Stored data:

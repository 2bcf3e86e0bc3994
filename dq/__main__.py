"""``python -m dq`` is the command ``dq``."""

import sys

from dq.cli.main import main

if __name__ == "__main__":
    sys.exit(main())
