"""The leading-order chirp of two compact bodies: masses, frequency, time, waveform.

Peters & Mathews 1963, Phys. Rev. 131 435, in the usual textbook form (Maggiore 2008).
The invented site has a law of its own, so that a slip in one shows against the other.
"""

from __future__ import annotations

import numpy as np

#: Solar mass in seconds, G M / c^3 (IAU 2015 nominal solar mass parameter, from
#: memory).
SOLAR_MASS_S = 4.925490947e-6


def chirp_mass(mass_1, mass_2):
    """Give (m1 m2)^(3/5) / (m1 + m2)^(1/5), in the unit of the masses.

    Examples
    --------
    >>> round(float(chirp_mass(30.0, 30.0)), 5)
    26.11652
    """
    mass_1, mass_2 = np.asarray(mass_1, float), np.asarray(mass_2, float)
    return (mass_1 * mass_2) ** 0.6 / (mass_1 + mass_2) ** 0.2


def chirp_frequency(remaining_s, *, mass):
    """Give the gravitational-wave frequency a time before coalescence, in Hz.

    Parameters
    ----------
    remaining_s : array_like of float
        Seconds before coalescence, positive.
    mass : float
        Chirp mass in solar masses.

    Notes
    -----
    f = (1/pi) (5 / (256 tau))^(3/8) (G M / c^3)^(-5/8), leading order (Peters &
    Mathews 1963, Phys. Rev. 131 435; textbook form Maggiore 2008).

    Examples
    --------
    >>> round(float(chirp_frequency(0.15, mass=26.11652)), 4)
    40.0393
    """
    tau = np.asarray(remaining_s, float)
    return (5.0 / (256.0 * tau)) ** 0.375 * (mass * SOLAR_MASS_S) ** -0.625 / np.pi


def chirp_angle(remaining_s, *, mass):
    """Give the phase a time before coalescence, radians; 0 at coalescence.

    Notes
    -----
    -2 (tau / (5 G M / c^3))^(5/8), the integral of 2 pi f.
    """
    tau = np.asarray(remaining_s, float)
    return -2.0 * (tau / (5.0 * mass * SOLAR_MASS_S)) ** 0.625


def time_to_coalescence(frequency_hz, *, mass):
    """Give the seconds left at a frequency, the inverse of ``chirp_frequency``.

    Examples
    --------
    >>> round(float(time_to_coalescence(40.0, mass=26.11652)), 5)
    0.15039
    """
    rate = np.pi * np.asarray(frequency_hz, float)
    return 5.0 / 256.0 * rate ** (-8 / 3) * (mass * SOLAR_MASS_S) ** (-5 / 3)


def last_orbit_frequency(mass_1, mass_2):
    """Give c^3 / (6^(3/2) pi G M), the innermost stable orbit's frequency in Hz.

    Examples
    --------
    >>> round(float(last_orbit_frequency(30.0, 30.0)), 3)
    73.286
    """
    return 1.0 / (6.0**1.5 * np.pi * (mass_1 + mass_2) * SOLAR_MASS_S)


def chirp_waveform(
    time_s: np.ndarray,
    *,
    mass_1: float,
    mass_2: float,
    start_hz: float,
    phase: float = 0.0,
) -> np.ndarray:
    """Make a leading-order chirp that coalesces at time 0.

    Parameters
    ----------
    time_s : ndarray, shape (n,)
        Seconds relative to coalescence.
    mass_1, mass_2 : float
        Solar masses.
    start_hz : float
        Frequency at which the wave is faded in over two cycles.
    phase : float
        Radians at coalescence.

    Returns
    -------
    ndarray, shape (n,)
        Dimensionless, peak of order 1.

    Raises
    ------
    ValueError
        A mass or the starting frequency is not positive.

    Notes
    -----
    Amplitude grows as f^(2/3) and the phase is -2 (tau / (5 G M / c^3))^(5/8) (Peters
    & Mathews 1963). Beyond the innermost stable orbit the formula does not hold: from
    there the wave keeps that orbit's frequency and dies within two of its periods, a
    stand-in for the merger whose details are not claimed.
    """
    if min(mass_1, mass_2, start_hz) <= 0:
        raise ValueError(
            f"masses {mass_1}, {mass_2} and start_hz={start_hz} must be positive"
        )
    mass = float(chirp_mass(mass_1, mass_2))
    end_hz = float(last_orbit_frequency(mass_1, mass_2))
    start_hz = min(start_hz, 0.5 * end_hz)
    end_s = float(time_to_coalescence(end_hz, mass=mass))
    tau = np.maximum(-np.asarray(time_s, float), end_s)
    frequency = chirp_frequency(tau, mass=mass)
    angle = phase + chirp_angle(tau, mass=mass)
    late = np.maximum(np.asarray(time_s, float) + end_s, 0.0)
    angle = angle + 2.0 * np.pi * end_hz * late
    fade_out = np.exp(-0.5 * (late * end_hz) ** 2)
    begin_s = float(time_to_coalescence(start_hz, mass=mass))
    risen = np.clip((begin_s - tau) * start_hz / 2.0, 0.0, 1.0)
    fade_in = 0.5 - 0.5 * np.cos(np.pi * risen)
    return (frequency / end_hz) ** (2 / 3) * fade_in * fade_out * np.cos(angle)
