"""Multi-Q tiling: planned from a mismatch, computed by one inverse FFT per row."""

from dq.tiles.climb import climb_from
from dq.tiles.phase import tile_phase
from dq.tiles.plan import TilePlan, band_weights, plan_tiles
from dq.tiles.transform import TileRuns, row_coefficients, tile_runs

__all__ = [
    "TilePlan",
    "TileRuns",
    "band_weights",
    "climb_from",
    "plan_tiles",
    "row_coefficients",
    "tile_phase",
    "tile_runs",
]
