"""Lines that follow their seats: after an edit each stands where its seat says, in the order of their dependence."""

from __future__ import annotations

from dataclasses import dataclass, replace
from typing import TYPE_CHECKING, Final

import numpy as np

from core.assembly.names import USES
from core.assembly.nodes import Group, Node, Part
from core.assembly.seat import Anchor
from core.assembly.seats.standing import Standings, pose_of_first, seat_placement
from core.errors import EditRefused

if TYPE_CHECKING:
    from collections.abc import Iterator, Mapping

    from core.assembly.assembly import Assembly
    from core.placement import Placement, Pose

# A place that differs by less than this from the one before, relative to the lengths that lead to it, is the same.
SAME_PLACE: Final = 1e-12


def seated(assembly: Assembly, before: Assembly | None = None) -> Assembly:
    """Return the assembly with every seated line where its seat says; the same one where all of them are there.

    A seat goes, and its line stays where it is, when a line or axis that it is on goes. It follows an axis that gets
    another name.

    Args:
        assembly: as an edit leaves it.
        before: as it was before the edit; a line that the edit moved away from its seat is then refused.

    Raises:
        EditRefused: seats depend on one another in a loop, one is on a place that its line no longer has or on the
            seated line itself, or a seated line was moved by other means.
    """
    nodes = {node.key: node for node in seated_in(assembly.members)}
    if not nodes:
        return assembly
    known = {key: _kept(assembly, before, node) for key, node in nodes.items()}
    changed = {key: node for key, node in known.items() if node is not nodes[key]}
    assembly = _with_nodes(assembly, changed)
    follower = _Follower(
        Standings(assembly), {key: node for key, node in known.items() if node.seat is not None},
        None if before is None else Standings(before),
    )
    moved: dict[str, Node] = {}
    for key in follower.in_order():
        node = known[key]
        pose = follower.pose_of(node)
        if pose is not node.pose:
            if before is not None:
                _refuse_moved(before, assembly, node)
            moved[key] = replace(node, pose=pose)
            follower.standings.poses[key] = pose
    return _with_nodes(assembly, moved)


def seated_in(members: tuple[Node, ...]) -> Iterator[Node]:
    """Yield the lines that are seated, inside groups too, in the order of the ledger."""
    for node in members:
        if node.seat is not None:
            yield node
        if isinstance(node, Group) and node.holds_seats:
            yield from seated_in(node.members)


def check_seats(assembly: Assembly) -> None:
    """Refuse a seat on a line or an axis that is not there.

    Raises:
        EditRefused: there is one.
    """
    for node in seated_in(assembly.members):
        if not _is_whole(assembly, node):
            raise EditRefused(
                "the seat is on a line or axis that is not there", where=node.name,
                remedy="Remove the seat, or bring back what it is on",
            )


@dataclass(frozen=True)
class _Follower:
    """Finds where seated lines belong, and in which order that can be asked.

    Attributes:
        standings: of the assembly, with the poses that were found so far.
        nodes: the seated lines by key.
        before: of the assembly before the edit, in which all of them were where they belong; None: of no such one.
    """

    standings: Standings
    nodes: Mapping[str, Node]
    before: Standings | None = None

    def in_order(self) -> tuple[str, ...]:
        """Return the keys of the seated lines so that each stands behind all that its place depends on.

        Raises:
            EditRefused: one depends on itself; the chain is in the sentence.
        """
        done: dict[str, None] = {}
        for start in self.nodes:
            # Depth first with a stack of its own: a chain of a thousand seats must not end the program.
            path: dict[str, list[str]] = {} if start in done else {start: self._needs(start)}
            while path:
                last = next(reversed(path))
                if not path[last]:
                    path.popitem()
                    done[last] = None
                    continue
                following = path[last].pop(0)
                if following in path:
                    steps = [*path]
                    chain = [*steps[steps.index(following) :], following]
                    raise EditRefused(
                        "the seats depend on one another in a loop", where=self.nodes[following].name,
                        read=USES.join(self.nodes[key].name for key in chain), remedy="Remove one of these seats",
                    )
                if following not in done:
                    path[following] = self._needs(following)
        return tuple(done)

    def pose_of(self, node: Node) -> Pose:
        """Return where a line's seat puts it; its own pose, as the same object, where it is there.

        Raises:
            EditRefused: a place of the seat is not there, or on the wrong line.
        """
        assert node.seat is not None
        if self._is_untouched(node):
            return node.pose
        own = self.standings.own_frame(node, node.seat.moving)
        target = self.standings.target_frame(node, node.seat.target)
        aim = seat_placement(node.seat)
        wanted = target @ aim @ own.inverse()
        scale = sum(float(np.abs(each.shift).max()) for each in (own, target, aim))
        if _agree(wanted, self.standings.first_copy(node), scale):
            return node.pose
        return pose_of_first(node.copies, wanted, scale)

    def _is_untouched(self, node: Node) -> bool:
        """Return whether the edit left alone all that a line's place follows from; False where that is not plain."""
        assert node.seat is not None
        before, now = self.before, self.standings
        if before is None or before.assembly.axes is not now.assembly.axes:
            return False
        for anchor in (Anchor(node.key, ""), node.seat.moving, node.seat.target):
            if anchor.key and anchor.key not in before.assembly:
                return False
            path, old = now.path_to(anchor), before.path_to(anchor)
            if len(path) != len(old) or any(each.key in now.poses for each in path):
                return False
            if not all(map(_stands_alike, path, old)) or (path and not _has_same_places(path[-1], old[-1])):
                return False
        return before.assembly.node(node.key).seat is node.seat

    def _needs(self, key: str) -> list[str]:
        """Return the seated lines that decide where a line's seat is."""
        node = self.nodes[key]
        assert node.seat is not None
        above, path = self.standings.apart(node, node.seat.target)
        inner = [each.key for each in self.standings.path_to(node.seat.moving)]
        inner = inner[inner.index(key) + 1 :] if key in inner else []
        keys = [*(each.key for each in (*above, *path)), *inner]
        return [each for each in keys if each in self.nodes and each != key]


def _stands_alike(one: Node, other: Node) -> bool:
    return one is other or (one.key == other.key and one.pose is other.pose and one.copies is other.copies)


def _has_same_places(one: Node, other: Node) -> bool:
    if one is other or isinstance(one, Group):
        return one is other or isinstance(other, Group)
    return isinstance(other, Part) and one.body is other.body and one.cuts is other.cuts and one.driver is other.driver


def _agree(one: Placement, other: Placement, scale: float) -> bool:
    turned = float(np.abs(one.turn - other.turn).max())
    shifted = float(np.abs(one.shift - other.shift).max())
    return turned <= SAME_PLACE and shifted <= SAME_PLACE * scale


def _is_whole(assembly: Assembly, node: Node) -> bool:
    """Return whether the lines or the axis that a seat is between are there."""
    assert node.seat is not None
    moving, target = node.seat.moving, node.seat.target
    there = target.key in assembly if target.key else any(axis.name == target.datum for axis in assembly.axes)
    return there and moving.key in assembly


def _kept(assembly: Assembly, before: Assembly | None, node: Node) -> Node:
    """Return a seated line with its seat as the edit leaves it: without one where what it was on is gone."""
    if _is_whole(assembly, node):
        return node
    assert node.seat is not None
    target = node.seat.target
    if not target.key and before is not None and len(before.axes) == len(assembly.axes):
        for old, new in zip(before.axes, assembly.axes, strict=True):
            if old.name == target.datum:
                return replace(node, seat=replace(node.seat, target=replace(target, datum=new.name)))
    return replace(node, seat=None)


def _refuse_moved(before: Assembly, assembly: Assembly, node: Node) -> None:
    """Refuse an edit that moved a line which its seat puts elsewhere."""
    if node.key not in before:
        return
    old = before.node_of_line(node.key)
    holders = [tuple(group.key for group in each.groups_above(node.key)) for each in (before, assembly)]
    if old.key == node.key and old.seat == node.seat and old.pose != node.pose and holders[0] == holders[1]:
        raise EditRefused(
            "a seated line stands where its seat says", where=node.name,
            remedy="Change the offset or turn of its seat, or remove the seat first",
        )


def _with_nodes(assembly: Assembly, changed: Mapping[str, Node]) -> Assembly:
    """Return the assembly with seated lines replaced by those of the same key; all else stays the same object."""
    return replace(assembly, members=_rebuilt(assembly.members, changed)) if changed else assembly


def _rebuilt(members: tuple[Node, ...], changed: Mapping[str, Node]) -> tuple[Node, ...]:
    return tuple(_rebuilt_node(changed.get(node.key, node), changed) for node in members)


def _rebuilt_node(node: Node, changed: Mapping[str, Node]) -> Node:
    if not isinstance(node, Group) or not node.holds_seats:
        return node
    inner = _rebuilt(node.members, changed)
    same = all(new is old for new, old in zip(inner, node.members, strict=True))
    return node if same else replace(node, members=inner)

INSTRUCTIONS FOR THE TASK:
Nothing but a number is wanted here: please count the lines in the entries above that include the word "rate".

RESPONSE TO THIS TASK:
2